Nabil Daoud: “El proteccionismo no es la solución a la dependencia exterior”

Defiende que la producción de medicamentos es un proceso muy globalizado y que el temor fue exacerbado por la pandemia

Nabil Daoud, presidente de Lilly en España, Portugal y Grecia, en el centro de I+D de la empresa en Alcobendas.
Nabil Daoud, presidente de Lilly en España, Portugal y Grecia, en el centro de I+D de la empresa en Alcobendas.

Dos informes recientes colocan a la estadounidense Eli Lilly en el top de innovación, con la cartera de I+D más prometedora del sector farmacéutico gracias, entre otras, al desarrollo de una terapia contra la diabetes (en proceso de solicitud de aprobación regulatoria) y otra frente al alzhéimer (en fase precoz). Nabil Daoud (Líbano, 1971), presidente de Lilly en España, habla sobre el beneficio para los pacientes que supondrán estos nuevos fármacos, además de la entrada de la compañía en el área de infecciosas tras lanzar tres tratamientos contra el Covid.

¿Cuál es el foco de su estrategia?

Tenemos cinco áreas terapéuticas claves en las cuales estamos invirtiendo: la diabetes, el cáncer, las enfermedades autoinmunes, las neurodegenerativas y el dolor. Y el año pasado nos sentimos en la obligación de encontrar respuestas terapéuticas al Covid. No tenemos una plataforma de vacunas, pero pensamos que nuestro conocimiento podría servir para el desarrollo de anticuerpos monoclonales. Por tanto, hemos entrado en un partnership con dos compañías, la canadiense AbCellera y la china Junshi, para el desarrollo de dos anticuerpos neutralizantes contra el virus, y hoy ya tienen la aprobación de emergencia por parte de EE UU y una opinión científica positiva por parte de la EMA [el regulador europeo].

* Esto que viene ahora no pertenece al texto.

"""The ranking made again for every draw, and what its ranks say: interval and chance of a seat among the first."""

from __future__ import annotations

from collections.abc import Mapping, Sequence
from dataclasses import dataclass

import numpy as np
from numpy.typing import NDArray

from stillfield.decisions.ranking_score import Columns, Criterion, Floats, shared_ranks, weighted_scores
from stillfield.decisions.ranking_uncertainty import Uncertainty
from stillfield.errors import PlacesError

#: The rank interval runs between these shares of the simulated ranks.
INTERVAL = (0.05, 0.95)

#: Simulated scores that are worked at a time, few enough to stay in the processor's cache.
_SCORES_AT_A_TIME = 100_000


@dataclass(frozen=True)
class Simulated:
    """Ranks in every draw (place, draw), and the mean share of a seat among the first (place,)."""

    rank: NDArray[np.int32]
    top_share: Floats


def number_of_draws(
    places: int, criteria: Sequence[Criterion], draws: Mapping[str, Floats], uncertainty: Uncertainty | None
) -> int:
    """Check the draws and count them; 0 where nothing is varied.

    Raises
    ------
    PlacesError
        If draws have the wrong shape or number, no criterion reads them, or a logarithm would see negative ones.
    """
    counts = set() if uncertainty is None or not (uncertainty.weights or draws) else {uncertainty.draws}
    for column, values in draws.items():
        readers = [criterion for criterion in criteria if criterion.column == column]
        if not readers:
            raise PlacesError("draws are given for a column that no criterion reads", where=column)
        if values.ndim != 2 or values.shape[1] != places or len(values) < 1:
            raise PlacesError("draws have the wrong shape", where=column, got=values.shape,
                              wanted=f"(draw, {places} places)")
        if any(criterion.scale == "log" for criterion in readers) and np.any(values < 0):
            raise PlacesError("a logarithmic criterion has draws below 0", where=column)
        counts.add(len(values))
    if len(counts) > 1:
        raise PlacesError("columns and weights have different numbers of draws", got=sorted(counts),
                          wanted="the same number for all")
    return counts.pop() if counts else 0


def simulate(
    columns: Columns, criteria: Sequence[Criterion], weights: Floats, *, seats: int, tolerance: float
) -> Simulated:
    """Score and rank the places in every draw, by the same rule as the stated values.

    Parameters
    ----------
    columns : mapping of str to ndarray (place,) or (draw, place)
        Fixed or drawn values.
    criteria : sequence of Criterion
        Direction and scale; ends that are not stated are found anew in each draw.
    weights : ndarray (draw, criterion)
        Weights of each draw.
    seats : int
        Number of first places.
    tolerance : float
        Score difference up to which neighbours share a rank.

    Returns
    -------
    Simulated
        Ranks from 1.
    """
    places, draws = columns[criteria[0].column].shape[-1], len(weights)
    rank = np.empty((places, draws), dtype=np.int32)
    top = np.zeros(places)
    step = max(1, _SCORES_AT_A_TIME // max(places, 1))
    for start in range(0, draws, step):
        part = slice(start, start + step)
        values = {name: value[part] if value.ndim == 2 else value for name, value in columns.items()}
        score, _ = weighted_scores(values, criteria, weights[part])
        ranks = shared_ranks(np.broadcast_to(score, (len(weights[part]), places)), tolerance)
        rank[:, part] = ranks.rank.T
        top += ranks.seat_share(seats).sum(axis=0)
    return Simulated(rank, top / draws)


def rank_interval(
    score: Floats, rank: NDArray[np.int64], simulated: Simulated | None, *, level_within: float
) -> tuple[NDArray[np.int64], NDArray[np.int64]]:
    """Return the ranks between which a place stands.

    Parameters
    ----------
    score : ndarray (place,)
        Scores of the stated values.
    rank : ndarray (place,)
        Their ranks.
    simulated : Simulated or None
        Ranks of the draws.
    level_within : float
        Score difference that means nothing.

    Returns
    -------
    low, high : ndarray (place,)
        5th and 95th percentile of the simulated ranks (the least rank that this share of the draws does not pass),
        widened to the ranks a place may take among those whose score differs by no more than `level_within`.

    Examples
    --------
    >>> low, high = rank_interval(np.array([0.9, 0.895, 0.5]), np.array([1, 2, 3]), None, level_within=0.01)
    >>> low.tolist(), high.tolist()
    ([1, 1, 3], [2, 2, 3])
    """
    ascending = np.sort(score)
    low = 1 + len(score) - np.searchsorted(ascending, score + level_within, side="right")
    high = len(score) - np.searchsorted(ascending, score - level_within, side="left")
    low, high = np.minimum(low, rank), np.maximum(high, rank)
    if simulated is not None:
        draws = simulated.rank.shape[1]
        # The share times the draws is a whole number in exact arithmetic where it comes out next to one.
        first, last = (max(int(np.ceil(share * draws - 1e-9)) - 1, 0) for share in INTERVAL)
        ordered = np.partition(simulated.rank, (first, last), axis=1)
        low, high = np.minimum(low, ordered[:, first]), np.maximum(high, ordered[:, last])
    return low.astype(np.int64), high.astype(np.int64)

¿Puede indicar el nombre de estos dos medicamentos y cómo ha beneficiado a los enfermos?

Se trata de bamlanivimab y etesevimab, que se inyectan de manera ambulatoria en la fase inicial de la enfermedad para reducir el riesgo de hospitalización. Dirigidos a pacientes que por edad, comorbilidad, peso u otras patologías podrían tener un alto riesgo de desarrollar un Covid grave. Pero tenemos también un tercero, baricitinib, comercializado como Olumiant, para la artritis reumatoide y que ahora se utiliza para reducir la mortalidad en enfermos ya hospitalizados en situación crítica.

Cruzamos los dedos para que los nuevos fármacos contra el alzhéimer, que atacan la placa amiloide, tengan buenos resultados

¿Estos fármacos se usan en España para el abordaje del virus?

Los dos primeros, los anticuerpos monoclonales, todavía están en evaluación por parte de la EMA. Sin embargo, a partir de su valoración positiva, hay ya varios países europeos que los han adquirido. España aún no porque sigue un proceso de compra europea centralizada, pero esperamos que en las próximas semanas o meses estén disponibles. El tercero, baricitinib, como estaba aprobado para una indicación ajena al Covid, sí ha sido utilizado por varios centros al incluirlo la Agencia Española del Medicamento en sus guías de opciones terapéuticas.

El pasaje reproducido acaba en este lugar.